Exercise directions ▸ Go over the entries below line by line, copying each one that contains the word "text".

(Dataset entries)
====================
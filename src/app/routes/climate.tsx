import { useSearchParams } from 'react-router-dom';
import { useShell } from '@/app/layout/use-shell';
import { Notice } from '@/components/ui/notice';
import { SelectField } from '@/components/ui/select-field';
import { Loading } from '@/components/ui/spinner';
import { useClimateRooms } from '@/features/climate/api/climate-api';
import { LoggerImport } from '@/features/climate/components/logger-import';
import { RoomClimate } from '@/features/climate/components/room-climate';
import { useTemperatureUnit } from '@/lib/preferences';

/** One room's climate: its chart and days, and a data logger's file imported into it (keepers). */
export function ClimateRoute() {
  const { collection } = useShell();
  const [params, setParams] = useSearchParams();
  const [unit] = useTemperatureUnit();
  const keeper = !!collection && collection.role !== 'helper';
  const rooms = useClimateRooms(keeper ? collection.collectionId : '');
  if (!collection || !keeper)
    return <Notice tone="info" title="Room climate is kept by the collection’s keepers." />;
  if (rooms.isPending) return <Loading />;
  if (rooms.isError) return <Notice tone="error" title={rooms.error.message} />;
  const names = rooms.data.rooms.map((r) => r.room);
  const room = names.includes(params.get('room') ?? '') ? params.get('room')! : (names[0] ?? '');
  return (
    <div className="flex flex-col gap-4">
      <h1 className="text-3xl font-extrabold">Room climate</h1>
      {!room ? (
        <p>Add a place first: rooms come from your places.</p>
      ) : (
        <>
          <SelectField
            label="Room"
            options={names.map((n) => ({ value: n, label: n }))}
            value={room}
            onChange={(e) => setParams({ room: e.target.value }, { replace: true })}
          />
          <section aria-labelledby="days-heading" className="flex flex-col gap-2">
            <h2 id="days-heading" className="text-2xl font-extrabold">
              The last 30 days
            </h2>
            <RoomClimate collectionId={collection.collectionId} room={room} unit={unit} />
          </section>
          <section aria-labelledby="logger-heading" className="flex flex-col gap-2">
            <h2 id="logger-heading" className="text-2xl font-extrabold">
              Import a data logger’s file
            </h2>
            <LoggerImport
              collectionId={collection.collectionId}
              room={room}
              timeZone={collection.timeZone}
              unit={unit}
            />
          </section>
        </>
      )}
    </div>
  );
}
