describe('card checkout on the fake service', () => {
  it('pays an invoice: checkout → the test card on the checkout page → webhook → paid', async () => {
    const id = await newInvoice();
    const url = await checkoutUrl(id);
    expect(url.startsWith(`${fake.url}/pay/cs_test_`)).toBe(true);
    // The same open session while the amount owed is the same: one link per invoice.
    expect(await checkoutUrl(id)).toBe(url);
    const page = await fetch(url);
    expect(await page.text()).toContain('$101.70');
    const res = await payOnPage(url, '4242 4242 4242 4242');
    expect(res.status).toBe(303);
    expect(res.headers.get('location')).toBe(
      `http://rackside.test/payment/done?result=paid&invoice=${id}`,
    );
    const body = await state(id);
    expect(body.invoice).toMatchObject({
      status: 'paid',
      paidMinor: TOTAL,
      refundedMinor: 0,
      checkoutUrl: null,
    });
    expect(body.payments).toMatchObject([
      { kind: 'payment', method: 'card', amountMinor: TOTAL, currency: 'CAD' },
    ]);
    expect(body.lastDecline).toBeNull();
    expect(body.cardPayments).toBe(true);
    const [event] = await ctx.database.db
      .select()
      .from(paymentEvents)
      .where(
        and(eq(paymentEvents.invoiceId, id), eq(paymentEvents.type, 'checkout.session.completed')),
      );
    expect(event?.outcome).toBe('paid');
    // Nothing is left to collect.
    const again = await owner.agent.post(`${c}/invoices/${id}/checkout`);
    expect(again.status).toBe(409);
    expect(again.body.error.code).toBe('nothing_owed');
  });

  it('keeps a declined card’s invoice open, with the decline shown, until a card pays', async () => {
    const id = await newInvoice();
    const url = await checkoutUrl(id);
    const declined = await payOnPage(url, '4000 0000 0000 0002');
    expect(await declined.text()).toContain('Your card was declined.');
    let body = await state(id);
    expect(body.invoice).toMatchObject({ status: 'open', paidMinor: 0 });
    expect(body.payments).toEqual([]);
    expect(body.lastDecline).toMatchObject({ message: 'The card was declined.' });
    expect((await payOnPage(url, '4242424242424242')).status).toBe(303);
    body = await state(id);
    expect(body.invoice.status).toBe('paid');
    expect(body.lastDecline).toBeNull();
  });

  it('takes the same event once, however often and however close together it arrives', async () => {
    const id = await newInvoice();
    expect((await payOnPage(await checkoutUrl(id), '4242424242424242')).status).toBe(303);
    const event = fake.lastEvent('checkout.session.completed')!;
    expect(JSON.parse(event.payload).data.object.metadata.invoiceId).toBe(id);
    const statuses = await Promise.all([fake.redeliver(event.id), fake.redeliver(event.id)]);
    expect(statuses).toEqual([200, 200]);
    expect(await fake.redeliver(event.id)).toBe(200);
    // Sent once more by hand with a fresh signature: the event id says it was taken already.
    const again = await rawWebhook()
      .set('content-type', 'application/json')
      .set(
        'stripe-signature',
        Stripe.webhooks.generateTestHeaderString({
          payload: event.payload,
          secret: fake.webhookSecret,
        }),
      )
      .send(event.payload);
    expect(again.body).toEqual({ received: true, outcome: 'duplicate' });
    expect(await paymentRows(id, 'payment')).toBe(1);
    expect((await state(id)).invoice).toMatchObject({ status: 'paid', paidMinor: TOTAL });
  });

  it('refuses forged, replayed and unsigned webhooks; records an unknown invoice and answers 200', async () => {
    const id = await newInvoice();
    const payload = JSON.stringify({
      id: `evt_${randomUUID().replace(/-/g, '')}`,
      object: 'event',
      type: 'checkout.session.completed',
      data: {
        object: {
          id: 'cs_test_forged',
          object: 'checkout.session',
          payment_status: 'paid',
          amount_total: TOTAL,
          currency: 'cad',
          payment_intent: 'pi_forged',
          client_reference_id: id,
          metadata: { invoiceId: id },
        },
      },
    });
    const forged = Stripe.webhooks.generateTestHeaderString({
      payload,
      secret: 'whsec_somebody_else',
    });
    const send = (header?: string) => {
      const req = rawWebhook().set('content-type', 'application/json');
      return (header ? req.set('stripe-signature', header) : req).send(payload);
    };
    const refusedForged = await send(forged);
    expect(refusedForged.status).toBe(400);
    expect(refusedForged.body.error.code).toBe('bad_signature');
    // Signed with the right secret, but 301 s old: outside the 300 s tolerance.
    const old = Stripe.webhooks.generateTestHeaderString({
      payload,
      secret: fake.webhookSecret,
      timestamp: Math.floor(Date.now() / 1000) - 301,
    });
    expect((await send(old)).status).toBe(400);
    expect((await send()).status).toBe(400);
    expect((await state(id)).invoice.status).toBe('open');
    expect(await paymentRows(id, 'payment')).toBe(0);

    // Properly signed, for an invoice this server does not have: kept, and 200 so the service
    // stops retrying.
    const stranger = payload.replaceAll(id, randomUUID());
    const res = await rawWebhook()
      .set('content-type', 'application/json')
      .set(
        'stripe-signature',
        Stripe.webhooks.generateTestHeaderString({ payload: stranger, secret: fake.webhookSecret }),
      )
      .send(stranger);
    expect(res.status).toBe(200);
    expect(res.body.outcome).toBe('unknown_invoice');
    const [kept] = await ctx.database.db
      .select()
      .from(paymentEvents)
      .where(eq(paymentEvents.eventId, JSON.parse(payload).id));
    expect(kept).toMatchObject({ outcome: 'unknown_invoice', invoiceId: null });
  });

  it('refunds part and then the rest through the service: paid, then refunded', async () => {
    const id = await newInvoice();
    await payOnPage(await checkoutUrl(id), '4242424242424242');
    let res = await owner.agent.post(`${c}/invoices/${id}/refund`).send({ amountMinor: 2500 });
    expect(res.status, JSON.stringify(res.body)).toBe(200);
    expect(res.body.invoice).toMatchObject({ status: 'paid', refundedMinor: 2500 });
    res = await owner.agent.post(`${c}/invoices/${id}/refund`).send({ amountMinor: 8000 });
    expect(res.status).toBe(409);
    expect(res.body.error.message).toBe('At most $76.70 can be refunded on this invoice.');
    res = await owner.agent.post(`${c}/invoices/${id}/refund`).send({ amountMinor: 7670 });
    expect(res.body.invoice).toMatchObject({
      status: 'refunded',
      paidMinor: TOTAL,
      refundedMinor: TOTAL,
    });
    // The service's refund.created webhook and this answer name the same refund: stored once.
    expect(await paymentRows(id, 'refund')).toBe(2);
    expect(res.body.payments.map((p: { kind: string; method: string }) => p.kind)).toEqual([
      'payment',
      'refund',
      'refund',
    ]);

    // The service later reports the last refund failed (refund.updated): its money is back.
    const last = JSON.parse(fake.lastEvent('refund.created')!.payload).data.object;
    const failed = JSON.stringify({
      id: `evt_${randomUUID().replace(/-/g, '')}`,
      object: 'event',
      type: 'refund.updated',
      data: { object: { ...last, status: 'failed' } },
    });
    const answer = await rawWebhook()
      .set('content-type', 'application/json')
      .set(
        'stripe-signature',
        Stripe.webhooks.generateTestHeaderString({ payload: failed, secret: fake.webhookSecret }),
      )
      .send(failed);
    expect(answer.body.outcome).toBe('refund_failed');
    expect((await state(id)).invoice).toMatchObject({ status: 'paid', refundedMinor: 2500 });
  });
});
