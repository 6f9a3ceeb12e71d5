import { useShell } from '@/app/layout/use-shell';
import { Notice } from '@/components/ui/notice';
import { MembersPanel } from '@/features/members/components/members-panel';

/** The owner's people: members, invites to a keeper or a partner, and unanswered invites. */
export function PeopleRoute() {
  const { me, collection } = useShell();
  if (!collection || collection.role !== 'owner')
    return <Notice tone="info" title="The collection’s owners invite people to keep it." />;
  return (
    <div className="flex flex-col gap-4">
      <h1 className="text-3xl font-extrabold">People</h1>
      <p className="text-muted">
        Invite your partner to own {collection.collectionName} with you, or someone to keep it. For
        a few days’ help with the feeds, ask for a cover instead.
      </p>
      <MembersPanel
        collectionId={collection.collectionId}
        ownUserId={me.user.id}
        timeZone={collection.timeZone}
      />
    </div>
  );
}
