import express, { Router, type Request, type RequestHandler, type Response } from 'express';
import type { Role } from '#shared/domain/roles';
import { animalImportBody } from '#shared/schemas/import';
import type { AnimalImportValues } from '#shared/schemas/import';
import { HttpError } from '../../middleware/errors';
import { membershipOf } from '../../middleware/roles';
import { input, validate } from '../../middleware/validate';
import type { BackupSink } from './backup-writer';
import type { DataService } from './data.service';

/** Requests whose bodies may be large; parsed only after the membership check (see app.ts). */
export const LARGE_BODY_PATHS = /^\/collections\/[^/]+\/(restore|animals\/import)\/?$/;
const largeJson = (limit: string) => express.json({ limit });

/** A reader that takes nothing for this long has gone, and the backup's transaction ends. */
const STALLED_MS = 60_000;

const download = (res: Response, type: string, name: string) =>
  res
    .type(type)
    .set('Content-Disposition', `attachment; filename="${name}"`)
    .set('Cache-Control', 'no-store');

/**
 * The response as a sink for a long download: headers on the first write, then each write
 * waits for room. no-transform: sent as it is, not gzipped on the way (most of a large backup
 * is photos, which do not compress; it spares the shared CPU, and 'drain' comes straight from
 * the socket, where the compression middleware would leave listeners behind).
 */
function responseSink(res: Response, type: string, name: string): BackupSink {
  return {
    async write(text) {
      if (!res.headersSent)
        download(res.status(200), type, name).set('Cache-Control', 'no-store, no-transform');
      if (res.destroyed) throw new Error('The client closed the connection.');
      if (res.write(text)) return;
      await new Promise<void>((resolve, reject) => {
        let settled = false;
        const done = (err?: Error) => {
          if (settled) return;
          settled = true;
          clearTimeout(timer);
          res.off('close', onClose);
          if (err) reject(err);
          else resolve();
        };
        const onClose = () => done(new Error('The client closed the connection.'));
        const timer = setTimeout(() => done(new Error('The client stopped reading.')), STALLED_MS);
        res.once('drain', () => done());
        res.on('close', onClose);
      });
    },
  };
}

/** Asked to come back later: say when. */
function withRetryAfter(res: Response, err: unknown): never {
  if (err instanceof HttpError && err.code === 'busy') res.set('Retry-After', '30');
  throw err;
}

/** The keeper's data in and out: CSV both ways, and the whole collection as one JSON file. */
export function dataRoutes(service: DataService, member: (min: Role) => RequestHandler) {
  const router = Router({ mergeParams: true });
  const collectionId = (res: Response) => membershipOf(res).collectionId;
  const day = () => new Date().toISOString().slice(0, 10);

  router.get('/export/animals.csv', member('keeper'), async (_req, res) => {
    download(res, 'text/csv; charset=utf-8', `rackside-animals-${day()}.csv`).send(
      await service.animalsCsv(collectionId(res)),
    );
  });

  /** Runs a long download; an error after its first byte can only cut it short. */
  const streamed = (
    req: Request,
    res: Response,
    work: (sink: BackupSink) => Promise<void>,
    type: string,
    name: string,
  ) =>
    work(responseSink(res, type, name)).then(
      () => void res.end(),
      (err: unknown) => {
        if (!res.headersSent) withRetryAfter(res, err);
        req.log?.warn({ err }, 'download cut short');
        res.destroy();
      },
    );

  router.get('/export/events.csv', member('keeper'), async (req, res) => {
    await streamed(
      req,
      res,
      (sink) => service.eventsCsv(membershipOf(res), sink),
      'text/csv; charset=utf-8',
      `rackside-events-${day()}.csv`,
    );
  });

  router.post(
    '/animals/import',
    member('keeper'),
    largeJson('20mb'),
    validate({ body: animalImportBody }),
    async (_req, res) => {
      const { rows } = input<{ rows: AnimalImportValues[] }>(res, 'body');
      res.status(201).json({ imported: await service.importAnimals(membershipOf(res), rows) });
    },
  );

  // Streamed out as it is read; an error once the download has begun can only cut it short
  // (an unfinished JSON file, which a restore refuses), never pass for a whole backup.
  router.get('/backup', member('keeper'), async (req, res) => {
    await streamed(
      req,
      res,
      (sink) => service.backup(membershipOf(res), sink),
      'application/json',
      `rackside-backup-${day()}.json`,
    );
  });

  // Restoring fills a collection, so only its owner may. The body is read as a stream by the
  // service (never parsed whole), so the route takes the request itself.
  router.post('/restore', member('owner'), async (req, res) => {
    const declared = Number(req.headers['content-length']);
    try {
      res
        .status(201)
        .json(
          await service.restore(
            membershipOf(res),
            req,
            Number.isFinite(declared) ? declared : undefined,
          ),
        );
    } catch (err) {
      withRetryAfter(res, err);
    }
  });

  return router;
}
====================
Expected output ▸
      <h1 className="text-3xl font-extrabold">Room climate</h1>
            <h2 id="days-heading" className="text-2xl font-extrabold">
            <h2 id="logger-heading" className="text-2xl font-extrabold">
    expect(await page.text()).toContain('$101.70');
    expect(await declined.text()).toContain('Your card was declined.');
      <h1 className="text-3xl font-extrabold">People</h1>
      <p className="text-muted">
    async write(text) {
      if (res.write(text)) return;
    download(res, 'text/csv; charset=utf-8', `rackside-animals-${day()}.csv`).send(
      'text/csv; charset=utf-8',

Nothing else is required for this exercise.